DATASET RECORDS:
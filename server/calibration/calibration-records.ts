// An observer's own results, certifications and colour-vision screenings. No req/res.
import type { DataSource, FindOptionsWhere } from 'typeorm';
import type { Certification as CertificationDto, MyCalibrationResult, ObserverStandingRow, Screening } from '../../shared/api/calibration-answers.js';
import type { CreateScreeningBody } from '../../shared/api/calibration.js';
import { displayHex } from '../../shared/colour/display-hex.js';
import { recordAudit, type Actor } from '../audit/audit.js';
import { User } from '../auth/user.entity.js';
import { AppError } from '../core/app-error.js';
import { assertMaySee, findSession, latestScreenings, loadResults, runsSessions, today } from './calibration-load.js';
import { score } from './calibration-results.js';
import { CalibrationResponse, CalibrationSession, Specimen } from './calibration-session.entity.js';
import { certificationState, sessionOutcomes } from './certificate-standing.js';
import { Certification, ColourVisionScreening } from './certification.entity.js';

/** The caller's own row and per-specimen picks against the references; 409 while the session is open. */
export async function myResult(ds: DataSource, user: User, sessionId: number): Promise<MyCalibrationResult> {
  const m = ds.manager;
  const session = await findSession(m, sessionId);
  await assertMaySee(m, session, user);
  if (session.status !== 'closed' || !session.closedAt) throw AppError.conflict(`Calibration session ${sessionId} is still open: results come out when the trainer closes it.`);
  const results = await loadResults(m, session);
  const screening = (await latestScreenings(m, [user.id])).get(user.id) ?? null;
  const observer = results.observers.find((o) => o.userId === user.id) ?? {
    userId: user.id,
    name: user.name,
    n: 0,
    complete: false,
    meanDeltaE00: null,
    bias: null,
    fieldHitRate: null,
    qualifies: false,
    certified: false,
    screening,
    failedRules: [{ rule: 'complete', text: 'did not answer in this session' }],
    advice: 'You did not answer in this session.',
  };
  const specimens = await m.find(Specimen, { where: { session: { id: sessionId } }, order: { position: 'ASC' } });
  const mine = await m.find(CalibrationResponse, { where: { session: { id: sessionId }, observer: { id: user.id } } });
  const cert = await m.findOne(Certification, { where: { session: { id: sessionId }, user: { id: user.id } } });
  return {
    sessionId,
    title: session.title,
    referenceSetId: session.referenceSetId,
    closedAt: session.closedAt.toISOString(),
    thresholds: results.thresholds,
    fleissKappa: results.fleissKappa,
    band: results.band,
    observer,
    specimens: specimens.map((s) => {
      const lab = { l: s.l, a: s.a, b: s.b };
      const ref = { id: s.id, label: s.label, position: s.position, lab, referenceFieldCode: s.referenceFieldCode };
      const r = mine.find((x) => x.specimenId === s.id);
      const scored = r ? score({ specimenId: s.id, observerId: user.id, chipCode: r.chipCode, fieldCode: r.fieldCode, lab: { l: r.l, a: r.a, b: r.b } }, ref) : null;
      return {
        specimenId: s.id,
        label: s.label,
        position: s.position,
        referenceLab: [s.l, s.a, s.b],
        referenceHex: displayHex(lab).hex,
        referenceFieldCode: s.referenceFieldCode,
        chipCode: r?.chipCode ?? null,
        chipLab: r ? [r.l, r.a, r.b] : null,
        chipHex: r ? displayHex({ l: r.l, a: r.a, b: r.b }).hex : null,
        deltaE00: scored?.deltaE00 ?? null,
        delta: scored?.delta ?? null,
        fieldHit: scored?.fieldHit ?? null,
      };
    }),
    certification: cert ? (await toCertificationDtos(ds, [cert]))[0]! : null,
  };
}

/** Certifications, newest first: trainers and admins see everyone's (or one user's), others their own. */
export async function listCertifications(ds: DataSource, user: User, userId?: number): Promise<CertificationDto[]> {
  const where: FindOptionsWhere<Certification> = runsSessions(user) ? (userId ? { user: { id: userId } } : {}) : { user: { id: user.id } };
  const rows = await ds.getRepository(Certification).find({ where, order: { certifiedOn: 'DESC', id: 'DESC' } });
  return toCertificationDtos(ds, rows);
}

/** Certifications as the API shows them, with their standing on `on` (default today, UTC). */
export async function toCertificationDtos(ds: DataSource, rows: Certification[], on = today()): Promise<CertificationDto[]> {
  if (!rows.length) return [];
  const m = ds.manager;
  const userIds = [...new Set(rows.map((r) => r.userId))];
  const names = await namesOf(ds, userIds);
  const screenings = await latestScreenings(m, userIds);
  const outcomes = await sessionOutcomes(m, userIds);
  const sessions = new Map<number, CalibrationSession>();
  for (const id of new Set(rows.map((r) => r.sessionId))) sessions.set(id, await findSession(m, id));
  return rows.map((r) => ({
    ...certificationState(r, sessions.get(r.sessionId)?.closedAt?.getTime() ?? r.createdAt.getTime(), outcomes, on),
    id: r.id,
    userId: r.userId,
    name: names.get(r.userId) ?? '',
    referenceSetId: r.referenceSetId,
    sessionId: r.sessionId,
    sessionTitle: sessions.get(r.sessionId)?.title ?? '',
    certifiedOn: r.certifiedOn,
    kappa: r.kappa,
    meanDeltaE00: r.meanDeltaE00,
    n: r.n,
    thresholds: { kappa: r.kappaThreshold, deltaE00: r.deltaE00Threshold },
    screening: screenings.get(r.userId) ?? null,
  }));
}

/** Every active user with their latest certification's standing: current, lapsed or never certified. */
export async function listStandings(ds: DataSource, on = today()): Promise<ObserverStandingRow[]> {
  const users = await ds.getRepository(User).find({ where: { active: true }, order: { name: 'ASC', id: 'ASC' } });
  const certs = await ds.getRepository(Certification).find({ order: { certifiedOn: 'DESC', id: 'DESC' } });
  const latest = new Map<number, Certification>();
  for (const c of certs) if (!latest.has(c.userId)) latest.set(c.userId, c);
  const dtos = new Map((await toCertificationDtos(ds, [...latest.values()], on)).map((d) => [d.userId, d]));
  return users.map((u) => {
    const cert = dtos.get(u.id) ?? null;
    return { userId: u.id, name: u.name, role: u.role, standing: cert ? cert.status : 'never', latest: cert };
  });
}

/** One certification the user may see (their own; trainers and admins any); 404 otherwise. */
export async function findCertification(ds: DataSource, user: User, id: number): Promise<CertificationDto> {
  const row = await ds.getRepository(Certification).findOneBy({ id });
  if (!row || (row.userId !== user.id && !runsSessions(user))) throw AppError.notFound(`There is no certificate ${id}.`);
  return (await toCertificationDtos(ds, [row]))[0]!;
}

async function namesOf(ds: DataSource, ids: number[]): Promise<Map<number, string>> {
  const users = await ds.getRepository(User).find({ where: [...new Set(ids)].map((id) => ({ id })) });
  return new Map(users.map((u) => [u.id, u.name]));
}

/** Screenings, newest first: trainers and admins see everyone's (or one user's), others their own. */
export async function listScreenings(ds: DataSource, user: User, userId?: number): Promise<Screening[]> {
  const where: FindOptionsWhere<ColourVisionScreening> = runsSessions(user) ? (userId ? { user: { id: userId } } : {}) : { user: { id: user.id } };
  const rows = await ds.getRepository(ColourVisionScreening).find({ where, order: { screenedOn: 'DESC', id: 'DESC' } });
  if (!rows.length) return [];
  const names = await namesOf(ds, rows.flatMap((r) => [r.userId, r.recordedById]));
  return rows.map((r) => ({
    id: r.id,
    userId: r.userId,
    name: names.get(r.userId) ?? '',
    screenedOn: r.screenedOn,
    method: r.method,
    result: r.result,
    notes: r.notes,
    recordedById: r.recordedById,
    recordedByName: names.get(r.recordedById) ?? '',
    createdAt: r.createdAt.toISOString(),
  }));
}

/** Records a self-reported screening: an observer their own, a trainer or admin anyone's. */
export async function recordScreening(ds: DataSource, user: User, actor: Actor, body: CreateScreeningBody): Promise<{ id: number }> {
  const userId = body.userId ?? user.id;
  if (userId !== user.id && !runsSessions(user)) throw AppError.forbidden('Only trainers and admins record a screening for someone else.');
  if (body.screenedOn > today()) throw AppError.badRequest('A screening cannot be dated in the future.', [{ field: 'screenedOn', message: 'is in the future' }]);
  return ds.transaction(async (m) => {
    if (!(await m.existsBy(User, { id: userId }))) throw AppError.badRequest(`There is no user ${userId}.`, [{ field: 'userId', message: 'is not a user' }]);
    const row = await m.save(m.create(ColourVisionScreening, { user: { id: userId }, screenedOn: body.screenedOn, method: body.method, result: body.result, notes: body.notes || null, recordedBy: { id: user.id } }));
    await recordAudit(m, actor, 'calibration.screening.recorded', `user:${userId}`, { screeningId: row.id, screenedOn: body.screenedOn, method: body.method, result: body.result });
    return { id: row.id };
  });
}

WHAT TO PRODUCE:
Copy out exactly the lines that run from the one holding "if (body.screenedOn >" through the end of the data above.

OUTPUT FOR THIS EXERCISE:
  if (body.screenedOn > today()) throw AppError.badRequest('A screening cannot be dated in the future.', [{ field: 'screenedOn', message: 'is in the future' }]);
  return ds.transaction(async (m) => {
    if (!(await m.existsBy(User, { id: userId }))) throw AppError.badRequest(`There is no user ${userId}.`, [{ field: 'userId', message: 'is not a user' }]);
    const row = await m.save(m.create(ColourVisionScreening, { user: { id: userId }, screenedOn: body.screenedOn, method: body.method, result: body.result, notes: body.notes || null, recordedBy: { id: user.id } }));
    await recordAudit(m, actor, 'calibration.screening.recorded', `user:${userId}`, { screeningId: row.id, screenedOn: body.screenedOn, method: body.method, result: body.result });
    return { id: row.id };
  });
}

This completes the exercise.